And while the change is clearly intended to benefit developers and industry, the Southern Environmental Law Center notes:

…. the overwhelming majority of the 626,075 public comments EPA received weighed in against the proposed rule. The list of Americans from across the country that the rule drew criticism or concern from is long: floodplain and wetland managers, state wildlife agencies and international councils, state environmental agencies, associations representing family commercial fishing businesses, several fly-fishing-related businesses, river guides and paddling outfitters, outdoor apparel company Patagonia, outdoor recreational enthusiasts represented by several organizations, 59 craft breweries, 12 scientific societies that represent more than 200,000 scientists, numerous associations representing public and children’s health advocates, cities and counties, small and family farmers, environmental law professors, faith organizations, and conservation organizations too numerous to count.

So what’s next?

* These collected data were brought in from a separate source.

def header_key(text: str) -> str:
    """How headers are compared: case-insensitively, underscores as spaces, runs of blanks as one."""
    return " ".join(text.replace("_", " ").casefold().split())


_COLUMNS_BY_KEY: dict[str, Column] = {
    header_key(name): column for column in COLUMNS for name in (column.name, *column.aliases)
}
_COLUMNS_BY_FIELD: dict[str, Column] = {column.field: column for column in COLUMNS}
_FIGURE_KEYS = frozenset(header_key(name) for name in FIGURE_COLUMNS)


# --- Reading a file --------------------------------------------------------------------


class TableError(ValueError):
    """The file cannot be read as a table at all (its format, its encoding, no header row)."""


@dataclass(frozen=True)
class Table:
    """A sheet as read: the header row and the non-blank rows below it, each with its line number.

    Line numbers are the row numbers a spreadsheet shows (the first row is line 1), counting
    blank rows, so a report points at the row the LSO sees.
    """

    source: str
    header_line: int
    header: list[str]
    rows: list[tuple[int, list[object]]]


def laser_table_read(stream: BinaryIO, *, name: str) -> Table:
    """Read a .csv (UTF-8, comma, semicolon or tab separated) or .xlsx file (its first worksheet)."""
    suffix = Path(name).suffix.casefold()
    if suffix == ".csv":
        lines = _csv_lines(stream, name=name)
    elif suffix == ".xlsx":
        lines = _xlsx_lines(stream, name=name)
    else:
        raise TableError(f"{name}: expected a .csv or .xlsx file, not {suffix or 'a file without an extension'}.")
    header_line, header, rows = 0, [], []
    for number, cells in lines:
        if all(_text(cell) == "" for cell in cells):
            continue
        if not header_line:
            header_line, header = number, [_text(cell) for cell in cells]
        else:
            rows.append((number, list(cells)))
    if not header_line:
        raise TableError(f"{name} is empty: the first non-blank row must name the columns.")
    return Table(source=name, header_line=header_line, header=header, rows=rows)


def _csv_lines(stream: BinaryIO, *, name: str) -> list[tuple[int, list[object]]]:
    try:
        # utf-8-sig drops the byte-order mark spreadsheet programs write at the start.
        text = stream.read().decode("utf-8-sig")
    except UnicodeDecodeError as error:
        raise TableError(f"{name} is not UTF-8 text (byte {error.start}); save it as CSV in UTF-8.") from None
    first = next((line for line in text.splitlines() if line.strip()), "")
    # Spreadsheets in many locales separate with semicolons; the header line shows which.
    delimiter = max((",", ";", "\t"), key=first.count)
    reader = csv.reader(io.StringIO(text, newline=""), delimiter=delimiter)
    try:
        return [(number, list(cells)) for number, cells in enumerate(reader, start=1)]
    except csv.Error as error:
        raise TableError(f"{name}, line {reader.line_num}: {error}") from None


def _xlsx_lines(stream: BinaryIO, *, name: str) -> list[tuple[int, list[object]]]:
    try:
        # data_only: a formula cell gives the value the spreadsheet program last computed.
        workbook = load_workbook(stream, data_only=True)
    except (InvalidFileException, zipfile.BadZipFile, KeyError, OSError) as error:
        raise TableError(f"{name} cannot be read as an XLSX workbook: {error}") from None
    sheet = workbook.worksheets[0]
    # From row 1 explicitly: by default openpyxl starts at the first row holding data, which
    # would shift every line number after leading blank rows.
    rows = sheet.iter_rows(min_row=1, max_row=max(sheet.max_row, 1), min_col=1, values_only=True)
    return [(number, list(cells)) for number, cells in enumerate(rows, start=1)]


def _text(value: object) -> str:
    """A cell as text, trimmed; whole-number floats (how XLSX stores 5) lose their '.0'."""
    if value is None:
        return ""
    if isinstance(value, float) and value.is_integer():
        return str(int(value))
    return str(value).strip()


# --- The report ------------------------------------------------------------------------


@dataclass(frozen=True)
class ImportProblem:
    """Why a row (or the header) cannot be imported; ``column`` is the header as written, "" for the whole row."""

    line: int
    column: str
    reason: str

    def __str__(self) -> str:
        where = f"line {self.line}" + (f", {self.column}" if self.column else "")
        return f"{where}: {self.reason}"


Action = Literal["create", "update", "unchanged"]


@dataclass
class LaserOutcome:
    """What the import does (or would do) to one laser; ``changes`` says what, in words."""

    asset_tag: str
    lines: list[int]
    action: Action = "unchanged"
    changes: list[str] = field(default_factory=list)


@dataclass
class ImportReport:
    source: str
    dry_run: bool
    lasers: list[LaserOutcome] = field(default_factory=list)
    locations_created: list[str] = field(default_factory=list)
    problems: list[ImportProblem] = field(default_factory=list)
    # Not errors: emissions saved without hazard figures, with the engine's reason.
    notes: list[ImportProblem] = field(default_factory=list)

    # A confirmed import whose changes were not those of the dry run it confirmed (see laser_import).
    moved_since_dry_run: bool = False

    @property
    def written(self) -> bool:
        return not self.dry_run and not self.problems and not self.moved_since_dry_run

    def fingerprint(self) -> str:
        """A digest of what the import does: each laser's action and changes, and the locations created.

        Two runs with the same fingerprint make the same changes, so a confirmation can check that it
        writes what its dry run showed.
        """
        done = {"lasers": [[outcome.asset_tag, outcome.action, outcome.changes] for outcome in self.lasers],
                "locations": self.locations_created}
        return hashlib.sha256(json.dumps(done, sort_keys=True).encode()).hexdigest()

    def count(self, action: Action) -> int:
        return sum(1 for outcome in self.lasers if outcome.action == action)

    @property
    def bad_lines(self) -> list[int]:
        return sorted({problem.line for problem in self.problems})


# --- Matching the sheet ----------------------------------------------------------------


@dataclass(frozen=True)
class _SheetColumn:
    index: int
    header: str
    column: Column
    unit: str | None


# Fields that describe the laser rather than one of its emissions.
_LASER_SIDE = frozenset(column.field for column in COLUMNS if column.part != "emission")


@dataclass
class _Row:
    line: int
    asset_tag: str
    laser: dict[str, str]
    status: str | None
    owner: str | None
    place: dict[str, str]
    emission: dict[str, str] | None
    # Fields of this row already reported as problems.
    bad: set[str] = field(default_factory=set)


@dataclass
class _SheetLaser:
    asset_tag: str
    rows: list[_Row]


class _Refused(Exception):
    """A cell the import cannot use; becomes an ImportProblem for the row."""

    def __init__(self, field_name: str, reason: str) -> None:
        super().__init__(reason)
        self.field_name = field_name
        self.reason = reason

According to Politico, you can expect a deluge of new lawsuits:

Legal experts say the Trump rule is likely to be placed on hold by federal courts in at least some states, if not nationwide, as the litigation works its way through the courts. In the meantime. developers and other industries will have to decide how much of a risk they’re willing to take.

For more, read Sorg’s full story: How a Trump attack on the federal “Waters of the United States” rule imperils the waters of North Carolina.

Education

Governor’s commission adopts recommendations to improve state’s public schools

Geoff Coltrane, senior education advisor in the office of Gov. Roy Cooper, discusses the commissions recommendations.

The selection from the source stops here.